Cuti Carabajal, emergente celebre di La Madre delle città[1], si riconosce parte di un fenomeno alquanto santiagueño[2], quello delle famiglie musicali, capaci di colonizzare disuoni la vasta regione di monti e borghi. In ogni caso, si tratta di un nome che trascende gli orizzonti. Sia in Argentina che all’estero, i Carabajal vengono considerati una delle massime espressioni tra le famiglie di musicisti. Sinonimo di chacarera[3], il loro contributo musicale e culturale va ben oltre il genere che li contraddistingue.
Una delle tematiche sempre presenti nel canzoniere Carabajal è l’amore intenso per la loro terra e coloro che visitano Santiago del Estero[4] riescono a capire il perché. È consuetudine degli abitanti della provincia accogliere a braccia aperte chiunque arrivi. Colui che si addentra nello spirito del loro popolo sperimenta la cordialità della sua gente. In particolare, l’intervista ha significato per me andare all’incontro di una storia ricca, fitta di tradizioni e ricordi che emergono, non sotto forma di un passato fermo, ma con prospettiva di nuovi scenari che si affacciano nel qui e ora. Con Cuti è difficile rimanere spettatore. La sua spinta e generosità invitano ad essere parte dell’anima di una regione che si rivelafeconda in ciascuno dei suoi abitanti e che lui incarna con uno stile unico.

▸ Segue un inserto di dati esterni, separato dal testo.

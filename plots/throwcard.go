package plots

import (
	"errors"
	"fmt"
	"math"

	"gonum.org/v1/plot/vg"
)

// ThrowCardSpec is what ThrowCard draws: a throw table to print, a row for each throw.
type ThrowCardSpec struct {
	Title, Desc, Notes string // Desc is for readers who cannot see the figure; Notes may be empty

	Spin  float64 // rad/s; negative: the floor moves antispinward
	Heads []string
	Rows  []ThrowCardRow // 1 to MostThrowRows
}

// ThrowCardRow is a throw: a cell for each head, and where to point.
type ThrowCardRow struct {
	Cells []string
	None  string  // in place of the cells but the first: why there is no throw
	Sight float64 // rad above the deck, of the line to the target; NaN: no throw
	Point float64 // rad, where to point, in the upright plane of that line: above the deck, beyond a right angle backward
	Soft  bool    // something is in the way
}

// MostThrowRows is how many throws a sheet has room for.
const MostThrowRows = 20

func (s ThrowCardSpec) check() error {
	if len(s.Rows) == 0 || len(s.Rows) > MostThrowRows || len(s.Heads) < 2 {
		return fmt.Errorf("a card of %d rows and %d columns cannot be drawn", len(s.Rows), len(s.Heads))
	}
	for i, r := range s.Rows {
		if len(r.Cells) != len(s.Heads) {
			return fmt.Errorf("row %d has %d cells, wants %d", i, len(r.Cells), len(s.Heads))
		}
		if math.IsInf(r.Sight, 0) || math.IsInf(r.Point, 0) {
			return fmt.Errorf("row %d points nowhere", i)
		}
	}
	return nil
}

// ThrowCard draws a throw table on an upright sheet: in each row the line to the target,
// dashed, and an arrow where to point, both at their true angles.
func ThrowCard(spec ThrowCardSpec) (*Figure, error) {
	head := headline{spec.Title, spec.Desc, spec.Notes, spec.Spin}
	if err := errors.Join(head.check(), spec.check()); err != nil {
		return nil, fmt.Errorf("throw table: %w", err)
	}
	c := throwCard{spec: spec}
	c.arrange()
	return newFigure(spec.Title, spec.Desc, c.w, c.h, c.paint)
}

const (
	cardPitch = 19.0 // pt, of rows
	cardHead  = 25.0 // of the heads: two lines
	cardArrow = 14.0 // length of an arrow
	cardWide  = 34.0 // of the column of arrows
	cardGap   = 5.0  // between columns
)

// throwCard is a throw table at work.
type throwCard struct {
	sheet
	spec  ThrowCardSpec
	right []float64 // pt, right edge of each column
	heads [][]string
}

func (c *throwCard) arrange() {
	plan := sheetPlan{title: c.spec.Title, notes: c.spec.Notes + " " + spinStatement(c.spec.Spin), upright: true}
	w, _ := plan.room()
	c.sheet = plan.lay(w, cardHead+cardPitch*float64(len(c.spec.Rows)))
	wide := c.widths(w)
	sum := cardWide
	for _, x := range wide {
		sum += x
	}
	gap := (w - sum) / float64(len(wide)) // what is left over stands between columns
	x := c.win.Min.X.Points()
	for i, col := range wide {
		if i == 2 {
			x += cardWide
		}
		x += col + gap
		c.right = append(c.right, x-gap/2)
	}
}

// widths are those of the columns: of their cells, the widest less where they do not fit
// into the width w, pt.
func (c *throwCard) widths(w float64) []float64 {
	wide := make([]float64, len(c.spec.Heads))
	c.heads = make([][]string, len(wide))
	const least, lines = 26.0, 2
	sum := cardWide
	for i := range wide {
		for _, r := range c.spec.Rows {
			wide[i] = math.Max(wide[i], textWidth(clean(r.Cells[i]), sizeTick, false))
		}
		wide[i] = math.Max(wide[i], least)
		sum += wide[i] + cardGap
	}
	for ; sum > w; sum-- {
		widest := 0
		for i := range wide {
			if wide[i] > wide[widest] {
				widest = i
			}
		}
		wide[widest]--
	}
	for i, h := range c.spec.Heads {
		c.heads[i] = wrap(clean(h), wide[i]+cardGap-2, sizeNote, false, lines)
	}
	return wide
}

func (c *throwCard) paint(p *pad) {
	top := c.win.Max.Y.Points()
	left, right := c.win.Min.X, c.win.Max.X
	for i, lines := range c.heads {
		for k, l := range lines {
			y := top - cardHead + 5 + float64(len(lines)-1-k)*sizeNote*lineHeight
			c.cell(p, i, y, l, sizeNote, inkSoft)
		}
	}
	y := top - cardHead
	p.line(penAxis, vg.Point{X: left, Y: vg.Length(y)}, vg.Point{X: right, Y: vg.Length(y)})
	for k, r := range c.spec.Rows {
		ink := inkText
		if r.Soft {
			ink = inkSoft
		}
		base := y - cardPitch*float64(k+1) + 6
		for i, s := range r.Cells {
			if i == 0 && k > 0 && s == c.spec.Rows[k-1].Cells[0] {
				continue // the same target
			}
			c.cell(p, i, base, clip(clean(s), c.room(i), sizeTick, false), sizeTick, ink)
		}
		if r.None != "" {
			p.text(text{s: clip(clean(r.None), (right-left).Points()-c.right[0], sizeTick, false), at: xy(c.right[0]+cardGap, base), size: sizeTick, ink: inkSoft})
		}
		c.arrow(p, r, y-cardPitch*(float64(k)+0.5))
		if k+1 == len(c.spec.Rows) || r.Cells[0] != c.spec.Rows[k+1].Cells[0] {
			low := vg.Length(base - 6)
			p.line(penGrid, vg.Point{X: left, Y: low}, vg.Point{X: right, Y: low})
		}
	}
	c.sheet.draw(p)
}

// room is how wide a cell of a column may be, pt.
func (c *throwCard) room(i int) float64 {
	from := c.win.Min.X.Points()
	if i > 0 {
		from = c.right[i-1]
	}
	if i == 2 {
		from += cardWide
	}
	return c.right[i] - from - 1
}

// cell writes a text to the right of its column; the first two stand left.
func (c *throwCard) cell(p *pad, i int, y float64, s string, size float64, ink ink) {
	if i == 1 {
		p.text(text{s: s, at: xy(c.right[0]+cardGap, y), size: size, ink: ink})
		return
	}
	p.text(text{s: s, at: xy(c.right[i], y), along: 1, size: size, ink: ink})
}

// arrow draws where to point, about the middle of a row.
func (c *throwCard) arrow(p *pad, r ThrowCardRow, middle float64) {
	if math.IsNaN(r.Sight) || math.IsNaN(r.Point) {
		return
	}
	up, down := math.Sin(r.Point), math.Sin(r.Sight)
	rise := math.Max(math.Max(up, down), 0) + math.Min(math.Min(up, down), 0)
	o := xy(c.right[1]+cardWide/2, middle-cardArrow*rise/2)
	tip := o.Add(heading(r.Point).Scale(cardArrow))
	p.line(pen{ink: inkText, width: 0.6, dashes: []vg.Length{2, 1.5}}, o, o.Add(heading(r.Sight).Scale(cardArrow)))
	p.line(pen{ink: seriesInk(0), width: 1.2}, o, o.Add(heading(r.Point).Scale(cardArrow-3)))
	p.arrow(seriesInk(0), tip, r.Point, 6)
	p.fill(inkText, p.circlePath(o, 1.2))
}
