package plots

import (
	"image/color"

	"gonum.org/v1/plot/vg"
)

// ink is a named colour, so that an SVG can carry a second value of it for dark pages.
type ink int

const (
	inkPaper ink = iota
	inkText
	inkSoft  // secondary text, thin helping lines
	inkLine  // structure
	inkRule  // frames and grids
	inkSolid // tint of hull and decks
	inkTint  // tint of fixtures
	inkBlue
	inkVermillion
	inkGreen
	inkPurple
	inkOrange
	inkSky
	inkHeat1 // of maps, from little to much: one hue, each darker than the one before
	inkHeat2
	inkHeat3
	inkHeat4
	inkHeat5
	inkHeat6
	inkCount
)

// inkSpec gives a colour on white paper, which is also the printed one, and on a dark page.
type inkSpec struct {
	name        string
	light, dark color.RGBA
}

// inks: the six series colours are those of Okabe & Ito (2008, from memory), less
// black, which is the text's, and yellow, which is lost on white. Their dark-page
// values are the same hues, lightened. All light values differ, because the SVG
// post-processing knows a colour by its value.
var inks = [inkCount]inkSpec{
	inkPaper:      {"paper", rgb(0xFFFFFF), rgb(0x14171A)},
	inkText:       {"text", rgb(0x1A1A1A), rgb(0xE8E8E8)},
	inkSoft:       {"soft", rgb(0x565656), rgb(0xB0B0B0)},
	inkLine:       {"line", rgb(0x4A4A4A), rgb(0xBEBEBE)},
	inkRule:       {"rule", rgb(0xCFCFCF), rgb(0x3D4248)},
	inkSolid:      {"solid", rgb(0xE4E4E4), rgb(0x2C3136)},
	inkTint:       {"tint", rgb(0xF1F1F1), rgb(0x22262A)},
	inkBlue:       {"blue", rgb(0x0072B2), rgb(0x4FA8E2)},
	inkVermillion: {"vermillion", rgb(0xD55E00), rgb(0xF58A45)},
	inkGreen:      {"green", rgb(0x009E73), rgb(0x33C79C)},
	inkPurple:     {"purple", rgb(0xCC79A7), rgb(0xE3A3C8)},
	inkOrange:     {"orange", rgb(0xE69F00), rgb(0xF4BC45)},
	inkSky:        {"sky", rgb(0x56B4E9), rgb(0x93D2F7)},
	inkHeat1:      {"heat1", rgb(0xD9E8F5), rgb(0x22384A)},
	inkHeat2:      {"heat2", rgb(0xB0CEE8), rgb(0x2C5270)},
	inkHeat3:      {"heat3", rgb(0x7FAFD8), rgb(0x3A7199)},
	inkHeat4:      {"heat4", rgb(0x4C8CC0), rgb(0x5595C2)},
	inkHeat5:      {"heat5", rgb(0x23679E), rgb(0x86BCE2)},
	inkHeat6:      {"heat6", rgb(0x0B4374), rgb(0xBEDDF3)},
}

func rgb(v uint32) color.RGBA {
	return color.RGBA{R: uint8(v >> 16), G: uint8(v >> 8), B: uint8(v), A: 0xFF}
}

// seriesInks is the order in which series take colours: the darkest first, for grey prints.
var seriesInks = []ink{inkBlue, inkVermillion, inkGreen, inkPurple, inkOrange, inkSky}

// seriesDashes goes with seriesInks as the second cue; solid first.
var seriesDashes = [][]vg.Length{
	nil, {7, 2.5}, {2, 1.8}, {9, 2.2, 2, 2.2}, {14, 3}, {5, 1.6, 1, 1.6, 1, 1.6},
}

// pen is a way to draw a line: colour, width in pt, dashes in pt.
type pen struct {
	ink    ink
	width  vg.Length
	dashes []vg.Length
}

var (
	penHull    = pen{ink: inkLine, width: 1.1}
	penDeck    = pen{ink: inkLine, width: 0.9}
	penFixture = pen{ink: inkLine, width: 0.7}
	penGhost   = pen{ink: inkSoft, width: 0.6, dashes: []vg.Length{3, 2}}
	penHatch   = pen{ink: inkSoft, width: 0.45}
	penPlumb   = pen{ink: inkText, width: 0.6, dashes: []vg.Length{9, 2, 1.5, 2}}
	penUniform = pen{ink: inkText, width: 0.8, dashes: []vg.Length{3.5, 2.2}}
	penDim     = pen{ink: inkText, width: 0.55}
	penExt     = pen{ink: inkSoft, width: 0.4}
	penFrame   = pen{ink: inkRule, width: 0.7}
	penGrid    = pen{ink: inkRule, width: 0.4}
	penAxis    = pen{ink: inkLine, width: 0.6}
	penLeader  = pen{ink: inkSoft, width: 0.4}
	penBody    = pen{ink: inkText, width: 0.7}
	penTick    = pen{ink: inkText, width: 0.7}
)

// trackPen draws the track of release i in a phase.
func trackPen(i int, ph Phase) pen {
	return pen{ink: seriesInk(i), width: 1.9, dashes: phaseDashes[ph]}
}

// phaseDashes: flight is solid, so that the strong line reads as the free motion.
var phaseDashes = [phaseCount][]vg.Length{
	Slide: {4.5, 1.8}, Roll: {1.6, 1.6}, Rest: {1.6, 1.6},
}

func seriesInk(i int) ink { return seriesInks[i%len(seriesInks)] }

// seriesPen draws line i of a chart. Colour and dash run at different lengths of
// cycle once the colours are used up, so that the first 36 lines all differ.
func seriesPen(i int) pen {
	lap := i / len(seriesInks)
	return pen{ink: seriesInk(i), width: 1.5, dashes: seriesDashes[(i+lap)%len(seriesDashes)]}
}

// Sizes of text and sheet, pt.
const (
	sizeTitle = 11.0
	sizeLabel = 8.5
	sizeTick  = 8.0
	sizeNote  = 7.5

	sheetLong  = 540.0 // 190 mm: A5 upright or across, less a margin of 10 mm
	sheetShort = 390.0 // 137.5 mm
	margin     = 10.0
)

Due importanti riconoscimenti lo consacrano nel suo percorso artistico di terra e di poesia: nel 2016 è stato dichiarato Cittadino Illustre della città di La Banda[5] e nel 2018 ha ricevuto il premio Juana Azurduy, assegnato dal Congresso della Nazione Argentina.
La stirpe Carabajal
Nel seno di ogni famiglia si costituisce una tradizione, una narrazione trasmessa di generazione in generazione che lega ciascuno dei suoi membri a un valore simbolico fondamentale.
I nonni di Cuti sono venuti dalla Spagna. Come tanti altri, scesero dalle navi in Uruguay e da lì si avviarono verso Santiago del Estero. La particolarità della loro storia è che sua nonna, quando era incinta, se il marito era presente al momento del parto, assegnava al bambino il cognome paterno. In caso contrario, si avvaleva del proprio cognome. Lei sichiamava Carabajal. “Tra i fratelli di mio padre ci sono alcuni chiamati Orellana e altri Carabajal”.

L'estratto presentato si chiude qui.